### Records supplied
• • • • •
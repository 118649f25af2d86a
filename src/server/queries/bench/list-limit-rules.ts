import { asc, isNull } from 'drizzle-orm';
import type { LimitRule } from '~/domain/bench/limit-rules';
import { SHIPPED_RULES } from '~/domain/bench/shipped-rules';
import { limitRuleSchema } from '~/schemas/bench-definitions';
import type { Reader } from '~/server/db/client';
import { limitRuleRevisions } from '~/server/db/schema';

/** All emission rules of the works, its own before those that ship. */
export async function listLimitRules(reader: Reader): Promise<readonly LimitRule[]> {
  const rows = await reader
    .select({ definition: limitRuleRevisions.definition })
    .from(limitRuleRevisions)
    .where(isNull(limitRuleRevisions.retiredAt))
    .orderBy(asc(limitRuleRevisions.key));
  return [...rows.map(({ definition }) => limitRuleSchema.parse(definition)), ...SHIPPED_RULES];
}
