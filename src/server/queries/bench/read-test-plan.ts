import { createHash } from 'node:crypto';
import { and, eq, isNotNull } from 'drizzle-orm';
import { regionOf } from '~/domain/bench/bands';
import type { OutputStage, Region, TestPoint } from '~/domain/bench/types';
import { compareLetters } from '~/lib/revision-letters';
import { outputStageSchema } from '~/schemas/bench-specs';
import type { Reader } from '~/server/db/client';
import {
  batches,
  models,
  orderLines,
  orders,
  testPlanRevisions,
  testRuns,
  units,
  userProfiles,
  works,
} from '~/server/db/schema';
import { listTestPoints } from './read-run-sheet';

/** A revision of a model's test plan with all that stands in it. */
export interface TestPlan {
  model: { id: number; slug: string; name: string; ratedPowerW: number };
  id: number;
  letter: string;
  state: 'draft' | 'released' | 'retired';
  note: string;
  supplyV: number;
  loadOhm: number;
  outputStage: OutputStage | null;
  createdAt: Date;
  releasedAt: Date | null;
  releasedBy: string | null;
  points: TestPoint[];
  /** Of what stands in it; another one after anybody has changed it. */
  stamp: string;
  /** All revisions of the model, the newest first. */
  revisions: { letter: string; state: 'draft' | 'released' | 'retired' }[];
}

/** A test plan revision by its model and letter; null where there is none. */
export async function readTestPlan(reader: Reader, slug: string, letter: string): Promise<TestPlan | null> {
  const rows = await reader
    .select({
      model: {
        id: models.id,
        slug: models.slug,
        name: models.name,
        ratedPowerW: models.ratedPowerW,
      },
      revision: testPlanRevisions,
      releasedBy: userProfiles.name,
    })
    .from(testPlanRevisions)
    .innerJoin(models, eq(models.id, testPlanRevisions.modelId))
    .leftJoin(userProfiles, eq(userProfiles.userId, testPlanRevisions.releasedBy))
    .where(eq(models.slug, slug));
  const found = rows.find(({ revision }) => revision.letter === letter.toUpperCase());
  if (found === undefined) return null;
  const { model, revision, releasedBy } = found;
  const points = await listTestPoints(reader, revision.id);
  const outputStage = revision.outputStage === null ? null : outputStageSchema.parse(revision.outputStage);
  const { id, state, note, supplyV, loadOhm, createdAt, releasedAt } = revision;
  return {
    ...{ model, id, letter: revision.letter, state, note, supplyV, loadOhm, outputStage },
    ...{ createdAt, releasedAt, releasedBy, points },
    stamp: stampOf({ note, supplyV, loadOhm, outputStage, points }),
    revisions: rows
      .map(({ revision: each }) => ({ letter: each.letter, state: each.state }))
      .sort((a, b) => compareLetters(b.letter, a.letter)),
  };
}

type Content = Pick<TestPlan, 'note' | 'supplyV' | 'loadOhm' | 'outputStage' | 'points'>;

/** Two editors are told apart by it, as what they began with differs. */
function stampOf({ note, supplyV, loadOhm, outputStage, points }: Content): string {
  const rows = points.map(({ id: _, quantity, ...point }) => [quantity.key, Object.entries(point).sort()]);
  const text = JSON.stringify([note, supplyV, loadOhm, outputStage, rows]);
  return createHash('sha256').update(text).digest('hex').slice(0, 16);
}

/** The ITU Regions into which a model goes: where its units were ordered to or tested for, and the works' own; else all. */
export async function listRegionsOfModel(reader: Reader, modelId: number): Promise<Region[]> {
  const [ordered, tested, own] = await Promise.all([
    reader
      .selectDistinct({ country: orders.destinationCountry })
      .from(orderLines)
      .innerJoin(orders, eq(orders.id, orderLines.orderId))
      .innerJoin(batches, eq(batches.id, orderLines.batchId))
      .where(eq(batches.modelId, modelId)),
    reader
      .selectDistinct({ country: testRuns.destinationCountry })
      .from(testRuns)
      .innerJoin(units, eq(units.id, testRuns.unitId))
      .where(and(eq(units.modelId, modelId), isNotNull(testRuns.destinationCountry))),
    reader.select({ country: works.country }).from(works).limit(1),
  ]);
  const regions = [...ordered, ...tested, ...own].flatMap(({ country }) => {
    const region = country === null ? null : regionOf(country);
    return region === null ? [] : [region];
  });
  const known = ([1, 2, 3] as const).filter((region) => regions.includes(region));
  return known.length === 0 ? [1, 2, 3] : known;
}
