import { and, asc, desc, eq, inArray, lt } from 'drizzle-orm';
import { destinationNote } from '~/domain/bench/bands';
import { formatValue } from '~/domain/bench/format';
import { pointLabel } from '~/domain/bench/judge-run';
import { unknownQuantity } from '~/domain/bench/quantities';
import { countryName } from '~/lib/countries';
import { formatTimeOf } from '~/lib/dates';
import { normaliseScan } from '~/lib/serials';
import { stationSchema } from '~/schemas/bench-station';
import { keptSweepSchema } from '~/schemas/bench-sweeps';
import type { Station } from '~/schemas/bench-station';
import type { Reader } from '~/server/db/client';
import {
  certificates,
  files,
  models,
  reworks,
  runPoints,
  sweeps,
  testPlanRevisions,
  testPoints,
  testRuns,
  units,
  userProfiles,
} from '~/server/db/schema';
import { getWorks } from '~/server/queries/office/get-works';
import { findUnit } from '~/server/queries/production/find-unit';
import type { FoundUnit } from '~/server/queries/production/find-unit';
import { listQuantities } from './list-quantities';
import { asBand, readRunSheet } from './read-run-sheet';

/** A run's id by its unit's serial number as scanned or typed; null where there is none. */
export async function findRun(reader: Reader, serial: string, runNo: number): Promise<number | null> {
  const [found] = await reader
    .select({ id: testRuns.id })
    .from(testRuns)
    .innerJoin(units, eq(units.id, testRuns.unitId))
    .where(and(eq(units.serial, normaliseScan(serial)), eq(testRuns.runNo, runNo)));
  return found?.id ?? null;
}

/** A run with all that its station shows; null where there is none. */
export async function readStation(reader: Reader, runId: number): Promise<Station | null> {
  const [row] = await reader
    .select({
      run: testRuns,
      serial: units.serial,
      ratedPowerW: models.ratedPowerW,
      letter: testPlanRevisions.letter,
      supplyV: testPlanRevisions.supplyV,
      loadOhm: testPlanRevisions.loadOhm,
      testerName: userProfiles.name,
    })
    .from(testRuns)
    .innerJoin(units, eq(units.id, testRuns.unitId))
    .innerJoin(models, eq(models.id, units.modelId))
    .innerJoin(testPlanRevisions, eq(testPlanRevisions.id, testRuns.testPlanRevisionId))
    .leftJoin(userProfiles, eq(userProfiles.userId, testRuns.testerUserId))
    .where(eq(testRuns.id, runId));
  if (row === undefined) return null;
  const { run, ratedPowerW, letter, supplyV, loadOhm } = row;
  const [sheet, unit, { timeZone }] = await Promise.all([
    readRunSheet(reader, runId),
    findUnit(reader, row.serial),
    getWorks(reader),
  ]);
  const [earlier, kept, loaded, newest, certificate] = await Promise.all([
    listEarlier(reader, run.unitId, run.runNo, timeZone),
    listKept(reader, runId),
    listSweeps(reader, runId),
    reader.select({ runNo: testRuns.runNo }).from(testRuns).where(eq(testRuns.unitId, run.unitId)),
    findCertificate(reader, runId),
  ]);
  const { rule } = sheet;
  const { destinationCountry: country } = run;
  return stationSchema.parse({
    run: {
      ...run,
      testerName: row.testerName ?? 'somebody who has left',
      openedText: formatTimeOf(run.openedAt, timeZone),
      closedText: run.closedAt === null ? null : formatTimeOf(run.closedAt, timeZone),
      isNewest: newest.every(({ runNo }) => runNo <= run.runNo),
    },
    unit: { serial: row.serial, ...tagLines(unit), ratedPowerW },
    plan: { letter, supplyV, loadOhm },
    limits: {
      title: rule.title,
      source: rule.source,
      note: rule.note,
      destination: country === null ? 'no buyer yet' : destinationOf(country),
    },
    earlier,
    certificateNumber: certificate,
    sheet,
    kept,
    sweeps: loaded,
  });
}

function destinationOf(country: string): string {
  const note = destinationNote(country);
  return note === null ? countryName(country) : `${countryName(country)}. ${note}`;
}

/** What the tag says beneath the serial number; the buyer by call sign only. */
function tagLines(unit: FoundUnit | null): { line: string; quiet: string } {
  if (unit === null) return { line: '', quiet: '' };
  const { modelName, optionLabels, batchNumber, orderNumber, callSign } = unit;
  const quiet = [
    ...(batchNumber === null ? [] : [`Batch ${batchNumber}`]),
    ...(orderNumber === null ? ['no order'] : [`order ${orderNumber}`]),
    ...(callSign === null ? [] : [callSign]),
  ];
  return { line: [modelName, ...optionLabels].join(' · '), quiet: quiet.join(' · ') };
}

async function listEarlier(reader: Reader, unitId: number, before: number, timeZone: string) {
  const runs = await reader
    .select({
      id: testRuns.id,
      runNo: testRuns.runNo,
      result: testRuns.result,
      closedAt: testRuns.closedAt,
      tester: userProfiles.name,
    })
    .from(testRuns)
    .leftJoin(userProfiles, eq(userProfiles.userId, testRuns.testerUserId))
    .where(and(eq(testRuns.unitId, unitId), lt(testRuns.runNo, before)))
    .orderBy(desc(testRuns.runNo));
  if (runs.length === 0) return [];
  const ids = runs.map(({ id }) => id);
  const [quantities, failed, mended] = await Promise.all([
    listQuantities(reader),
    reader
      .select({
        runId: runPoints.testRunId,
        value: runPoints.value,
        quantityKey: testPoints.quantityKey,
        band: testPoints.band,
      })
      .from(runPoints)
      .innerJoin(testPoints, eq(testPoints.id, runPoints.testPointId))
      .where(and(inArray(runPoints.testRunId, ids), inArray(runPoints.verdict, ['fail', 'too_close'])))
      .orderBy(asc(testPoints.position)),
    reader.select().from(reworks).where(inArray(reworks.testRunId, ids)),
  ]);
  return runs.map(({ id, runNo, result, closedAt, tester }) => {
    const rework = mended.find(({ testRunId }) => testRunId === id);
    const closed = closedAt === null ? 'open' : formatTimeOf(closedAt, timeZone);
    return {
      runNo,
      result,
      text: tester === null ? closed : `${closed} by ${tester}`,
      failed: failed
        .filter(({ runId }) => runId === id)
        .map(({ quantityKey, band, value }) => {
          const quantity = quantities.get(quantityKey) ?? unknownQuantity(quantityKey);
          const read = value === null ? '' : ` ${formatValue(value, quantity)}`;
          return pointLabel({ quantity, band: asBand(band) }) + read;
        }),
      rework: rework === undefined ? null : (rework.remedy ?? 'in rework'),
    };
  });
}

async function listKept(reader: Reader, runId: number) {
  return reader
    .select({
      testPointId: runPoints.testPointId,
      verdict: runPoints.verdict,
      value: runPoints.value,
      U: runPoints.expandedUncertainty,
      k: runPoints.coverageFactor,
      n: runPoints.readingCount,
      lower: runPoints.lowerLimit,
      upper: runPoints.upperLimit,
      ruleKey: runPoints.ruleKey,
      ruleText: runPoints.ruleText,
      pConform: runPoints.probabilityOfConformance,
      concession: runPoints.concession,
    })
    .from(runPoints)
    .where(eq(runPoints.testRunId, runId));
}

async function listSweeps(reader: Reader, runId: number) {
  const rows = await reader
    .select({
      id: sweeps.id,
      band: sweeps.band,
      understood: sweeps.understood,
      fileName: files.name,
      at: sweeps.createdAt,
    })
    .from(sweeps)
    .innerJoin(files, eq(files.id, sweeps.fileId))
    .where(eq(sweeps.testRunId, runId))
    .orderBy(desc(sweeps.id));
  return rows.map(({ understood, ...row }) => ({ ...row, ...keptSweepSchema.parse(understood) }));
}

async function findCertificate(reader: Reader, runId: number): Promise<string | null> {
  const [row] = await reader
    .select({ number: certificates.number, letter: certificates.letter })
    .from(certificates)
    .where(eq(certificates.testRunId, runId))
    .orderBy(desc(certificates.id))
    .limit(1);
  return row === undefined ? null : `${row.number}${row.letter}`;
}
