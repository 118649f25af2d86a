export interface PostalAddress {
  name: string;
  addressLines: readonly string[];
  city: string;
  region: string;
  postcode: string;
  /** ISO 3166-1 alpha-2. */
  country: string;
}

// From memory of postal practice: countries that use no postcodes, and those whose addresses need a state or province.
const WITHOUT_POSTCODE = new Set(
  'AE AG AO AW BF BI BJ BO BS BW BZ CD CF CG CI CM DJ DM ER FJ GA GD GH GM GQ GY HK KI KM KN KP LC ML MO MR MW NR QA RW SB SC SL SR ST SY TD TG TK TL TO TV UG VU YE ZW'.split(
    ' ',
  ),
);
const WITH_REGION = new Set(['US', 'CA', 'AU', 'BR', 'MX', 'IN']);

/** What an address lacks before a parcel can be sent to it, in words (`the street`, `the postcode`); empty if nothing. */
export function addressGaps(address: PostalAddress): string[] {
  const blank = (text: string | undefined) => (text ?? '').trim() === '';
  const gaps: string[] = [];
  if (blank(address.name)) gaps.push('the name');
  if (address.addressLines.every(blank)) gaps.push('the street');
  if (blank(address.city)) gaps.push('the town');
  if (!/^[A-Z]{2}$/.test(address.country)) gaps.push('the country');
  else {
    if (WITH_REGION.has(address.country) && blank(address.region)) gaps.push('the state or province');
    if (!WITHOUT_POSTCODE.has(address.country) && blank(address.postcode)) gaps.push('the postcode');
  }
  return gaps;
}
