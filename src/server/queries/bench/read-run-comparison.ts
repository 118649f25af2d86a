import { asc, eq } from 'drizzle-orm';
import { comparePoints } from '~/domain/bench/compare-points';
import type { ComparedPoint, PointPair } from '~/domain/bench/compare-points';
import { judgeRun } from '~/domain/bench/judge-run';
import { unknownQuantity } from '~/domain/bench/quantities';
import { normaliseScan } from '~/lib/serials';
import type { Reader } from '~/server/db/client';
import { models, reworks, runPoints, testPoints, testRuns, units, userProfiles } from '~/server/db/schema';
import { listQuantities } from './list-quantities';
import { asBand, readRunSheet } from './read-run-sheet';

/** A run as the comparison heads its column. */
export interface ComparedRun {
  id: number;
  runNo: number;
  state: 'open' | 'closed';
  result: string | null;
  openedAt: Date;
  closedAt: Date | null;
  tester: string | null;
}

/** A rework that lay between the two. */
export interface ReworkBetween {
  id: number;
  cause: string;
  foundCause: string | null;
  remedy: string | null;
  minutes: number | null;
  openedAt: Date;
  closedAt: Date | null;
}

export interface RunComparison {
  serial: string;
  modelName: string;
  /** All of the unit's runs, in order. */
  runs: ComparedRun[];
  /** Null where the unit has fewer than two runs. */
  compared: {
    before: ComparedRun;
    after: ComparedRun;
    pairs: PointPair[];
    reworks: ReworkBetween[];
  } | null;
}

/**
 * Two runs of a unit beside each other, the earlier first; the newest and the one before it where none are named.
 *
 * @returns null where there is no such unit or it has not these runs
 */
export async function readRunComparison(
  reader: Reader,
  serial: string,
  named: { a?: number | undefined; b?: number | undefined },
): Promise<RunComparison | null> {
  const [unit] = await reader
    .select({ id: units.id, serial: units.serial, modelName: models.name })
    .from(units)
    .innerJoin(models, eq(models.id, units.modelId))
    .where(eq(units.serial, normaliseScan(serial)));
  if (unit === undefined) return null;
  const runs = await listRuns(reader, unit.id);
  const shared = { serial: unit.serial, modelName: unit.modelName, runs };
  const newest = runs.at(-1)?.runNo ?? 0;
  const later = named.b ?? newest;
  const earlier = named.a ?? runs.findLast(({ runNo }) => runNo < later)?.runNo;
  const [before, after] = runs.filter(({ runNo }) => runNo === earlier || runNo === later);
  if (before === undefined || after === undefined) {
    const isNamed = named.a !== undefined || named.b !== undefined;
    return isNamed && runs.length > 1 ? null : { ...shared, compared: null };
  }
  const [beforePoints, afterPoints, lying] = await Promise.all([
    listPoints(reader, before),
    listPoints(reader, after),
    listReworks(reader, unit.id),
  ]);
  const between = lying.filter(
    ({ openedAt }) => openedAt >= (before.closedAt ?? before.openedAt) && openedAt < after.openedAt,
  );
  return {
    ...shared,
    compared: { before, after, pairs: comparePoints(beforePoints, afterPoints), reworks: between },
  };
}

function listRuns(reader: Reader, unitId: number): Promise<ComparedRun[]> {
  return reader
    .select({
      id: testRuns.id,
      runNo: testRuns.runNo,
      state: testRuns.state,
      result: testRuns.result,
      openedAt: testRuns.openedAt,
      closedAt: testRuns.closedAt,
      tester: userProfiles.name,
    })
    .from(testRuns)
    .leftJoin(userProfiles, eq(userProfiles.userId, testRuns.testerUserId))
    .where(eq(testRuns.unitId, unitId))
    .orderBy(asc(testRuns.runNo));
}

/** A closed run's points as it kept them, an open one's as they stand. */
async function listPoints(reader: Reader, run: ComparedRun): Promise<ComparedPoint[]> {
  if (run.state === 'open') {
    const sheet = await readRunSheet(reader, run.id);
    const { judgements } = judgeRun(sheet);
    return sheet.points.flatMap(({ id, quantity, band, freqHz }) => {
      const judgement = judgements.get(id);
      if (judgement === undefined) return [];
      const { verdict, value, n, lower, upper } = judgement;
      return [{ quantity, band, freqHz, verdict, value, n, lower, upper }];
    });
  }
  const [quantities, rows] = await Promise.all([
    listQuantities(reader),
    reader
      .select({
        quantityKey: testPoints.quantityKey,
        band: testPoints.band,
        freqHz: testPoints.freqHz,
        verdict: runPoints.verdict,
        value: runPoints.value,
        n: runPoints.readingCount,
        lower: runPoints.lowerLimit,
        upper: runPoints.upperLimit,
      })
      .from(runPoints)
      .innerJoin(testPoints, eq(testPoints.id, runPoints.testPointId))
      .where(eq(runPoints.testRunId, run.id))
      .orderBy(asc(testPoints.position)),
  ]);
  return rows.map(({ quantityKey, band, ...row }) => ({
    ...row,
    quantity: quantities.get(quantityKey) ?? unknownQuantity(quantityKey),
    band: asBand(band),
  }));
}

function listReworks(reader: Reader, unitId: number): Promise<ReworkBetween[]> {
  return reader
    .select({
      id: reworks.id,
      cause: reworks.cause,
      foundCause: reworks.foundCause,
      remedy: reworks.remedy,
      minutes: reworks.minutes,
      openedAt: reworks.openedAt,
      closedAt: reworks.closedAt,
    })
    .from(reworks)
    .where(eq(reworks.unitId, unitId))
    .orderBy(asc(reworks.id));
}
• • • • •
Identify every line above with the string "destinationCountry" in it. Copy those lines.

### Your solution
      .selectDistinct({ country: orders.destinationCountry })
      .selectDistinct({ country: testRuns.destinationCountry })
      .where(and(eq(units.modelId, modelId), isNotNull(testRuns.destinationCountry))),
  const { destinationCountry: country } = run;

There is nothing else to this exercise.